While the reduction in virus shedding as shown by virus isolation was greatest in the MDA‐negative vaccinated pigs, vaccination of MDA‐positive animals resulted in a distinct reduction in shedding of viable virus in seropositive pigs, demonstrating intranasal vaccination with this LAIV overcame maternal immunity.

Viral titer of each individual positive swab was not conducted; however, the authors suspect that as fewer vaccinated pigs shed IAV‐S for shorter duration, virus from nasal secretions from the vaccinated pigs was of lower IAV‐S concentration than those of control pigs, where more pigs shed viable virus for longer duration. No comparisons were made between challenge studies as two different isolates were used in this study and pathogenicity of each virus was not established prior to study initiation.
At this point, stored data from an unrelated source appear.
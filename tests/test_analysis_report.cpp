// The HTML report: escaping, base64 (RFC 4648 test vectors), the no-external-resources check, and
// the page opened in a headless browser (Debian's chromium) without errors.
#include <doctest/doctest.h>

#include <cstdio>
#include <cstdlib>
#include <fstream>
#include <random>
#include <sstream>

#include "solver/measures/groups.h"
#include "solver/measures/neighbour_compare.h"
#include "solver/measures/suspects.h"
#include "tests/analysis_support.h"
#include "tests/approx.h"
#include "viewer/cli/report_page.h"

using namespace kith;

namespace {

// Three tagged clumps in 2-D with two items tagged wrongly; a reference map that differs a little.
struct Sample {
  std::vector<std::string> ids, tags;
  Points map, reference;
};
Sample sample() {
  Sample s;
  std::mt19937 rng(5);
  std::normal_distribution<double> noise(0.0, 0.6);
  const double centres[3][2] = {{0, 0}, {8, 1}, {3, 9}};
  const char* names[3] = {"linen", "wool <fine> & \"soft\"", "jute"};
  s.map.resize(150, 2);
  for (int i = 0; i < 150; ++i) {
    const int c = i % 3;
    s.map(i, 0) = centres[c][0] + noise(rng);
    s.map(i, 1) = centres[c][1] + noise(rng);
    s.ids.push_back("swatch-" + std::to_string(i));
    s.tags.push_back(names[c]);
  }
  s.tags[4] = names[0];  // item 4 sits in clump 1
  s.tags[8] = names[0];  // item 8 sits in clump 2
  s.reference = s.map;
  s.reference(7, 0) -= 3.0;
  return s;
}

std::string run(const std::string& command, int* status) {
  std::string out;
  FILE* pipe = popen(command.c_str(), "r");
  REQUIRE(pipe != nullptr);
  char buf[4096];
  for (size_t got; (got = fread(buf, 1, sizeof buf, pipe)) > 0;) out.append(buf, got);
  *status = pclose(pipe);
  return out;
}

}  // namespace

TEST_CASE("report helpers: escaping, base64 (RFC 4648 section 10 vectors), external references") {
  CHECK(html_escape("a<b>&\"'") == "a&lt;b&gt;&amp;&quot;&#39;");
  CHECK(base64_encode("") == "");
  CHECK(base64_encode("f") == "Zg==");
  CHECK(base64_encode("fo") == "Zm8=");
  CHECK(base64_encode("foo") == "Zm9v");
  CHECK(base64_encode("foob") == "Zm9vYg==");
  CHECK(base64_encode("fooba") == "Zm9vYmE=");
  CHECK(base64_encode("foobar") == "Zm9vYmFy");
  CHECK(external_reference("<img src='data:image/png;base64,AA'><a href='#x'>") == "");
  CHECK(external_reference("<img src=\"pic.png\">") != "");
  CHECK(external_reference("<link rel=stylesheet href='a.css'>") != "");
  CHECK(external_reference("<style>@import 'x.css';</style>") != "");
  CHECK(external_reference("<script>1</script>") != "");
  CHECK(external_reference("<div style=\"background:url(https://x/y.png)\">") != "");
}

TEST_CASE("the report is self-contained and opens in headless chromium without errors") {
  const Sample s = sample();
  const NeighbourGraph g = test::brute_neighbours(s.map, 10);
  SuspectOptions so;
  so.space = SuspectSpace::kMap;
  const SuspectScores suspects = score_suspects(s.tags, nullptr, &g, so);
  Grouping groups = find_groups(s.map, g);
  describe_groups(&groups, s.tags);
  const Displacement moved = measure_displacement(s.reference, s.map);
  ReportContent c;
  c.title = "test swatches";
  c.source = "memory";
  c.ids = s.ids;
  c.tag_name = "fibre";
  c.tags = s.tags;
  c.view = s.map;
  c.figures = {{"KL divergence", "0.812"}, {"neighbour recall", "0.75"}};
  c.suspects = &suspects;
  c.groups = &groups;
  c.kept = neighbourhood_kept(g, g);
  c.displacement = &moved;
  c.list_rows = 10;
  const std::string html = report_html(c);

  CHECK(external_reference(html) == "");
  CHECK(html.find("http://") == std::string::npos);
  CHECK(html.find("https://") == std::string::npos);
  CHECK(html.find("wool &lt;fine&gt; &amp; &quot;soft&quot;") != std::string::npos);  // tags escaped
  CHECK(html.find("<table id='suspects'>") != std::string::npos);
  CHECK(html.find("<table id='groups'>") != std::string::npos);
  CHECK(html.find("data:image/png;base64,iVBORw0KGgo") != std::string::npos);  // PNG signature in base64
  // The two mistagged items lead the suspect list.
  REQUIRE(suspects.ranking.size() >= 2);
  CHECK(((suspects.ranking[0] == 4 || suspects.ranking[0] == 8) && (suspects.ranking[1] == 4 || suspects.ranking[1] == 8)));
  CHECK(groups.groups.size() == 3);
  CHECK(moved.ranking[0] == 7);

  const std::string dir = test::temp_dir("report");
  const std::string path = dir + "/report.html";
  std::ofstream(path) << html;
  if (std::system("command -v chromium >/dev/null 2>&1") != 0) {
    MESSAGE("skipped the browser check: chromium is not installed (scripts/quick.sh installs it)");
    return;
  }
  // Headless chromium with network features off; --enable-logging=stderr shows console and load errors.
  const std::string chromium =
      "timeout 90 chromium --headless --no-sandbox --disable-gpu --disable-background-networking "
      "--disable-component-update --disable-sync --no-first-run --enable-logging=stderr --v=0 --user-data-dir=" +
      dir + "/profile ";
  int status = 0;
  const std::string dom = run(chromium + "--dump-dom file://" + path + " 2>" + dir + "/stderr.txt", &status);
  std::ifstream err_in(dir + "/stderr.txt");
  std::stringstream err;
  err << err_in.rdbuf();
  INFO("chromium stderr: " << err.str());
  CHECK(status == 0);
  CHECK(dom.find("id=\"kith-report\"") != std::string::npos);
  CHECK(dom.find("id=\"suspects\"") != std::string::npos);
  for (const char* bad : {"Uncaught", "Failed to load resource", "net::ERR_", "Refused to"})
    CHECK_MESSAGE(err.str().find(bad) == std::string::npos, "chromium reported: " << bad);
  // A screenshot shows the page rendered (a PNG file appears and is not tiny).
  run(chromium + "--window-size=1300,1600 --screenshot=" + dir + "/shot.png file://" + path + " >/dev/null 2>&1",
      &status);
  std::ifstream shot(dir + "/shot.png", std::ios::binary | std::ios::ate);
  CHECK(shot.good());
  CHECK(long(shot.tellg()) > 10000);
}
A recent study has shown that piglets play a key role in maintaining IAV‐S in the breeding herds,11 which provides evidence that early piglet vaccination with a vaccine that provides heterologous protection will contribute to reduce IAV‐S prevalence both in a herd and between herds. More studies are needed to quantify the reduction in prevalence by including more systems of different sizes and management practices.

In conclusion, this study provides evidence that intranasal vaccination of MDA‐positive piglets with a truncated NS1 live attenuated influenza A vaccine resulted in significantly reduced viral replication and shedding after both H1N2 and H3N2 challenges.

CONFLICT OF INTEREST

All authors are employees of Boehringer Ingelheim.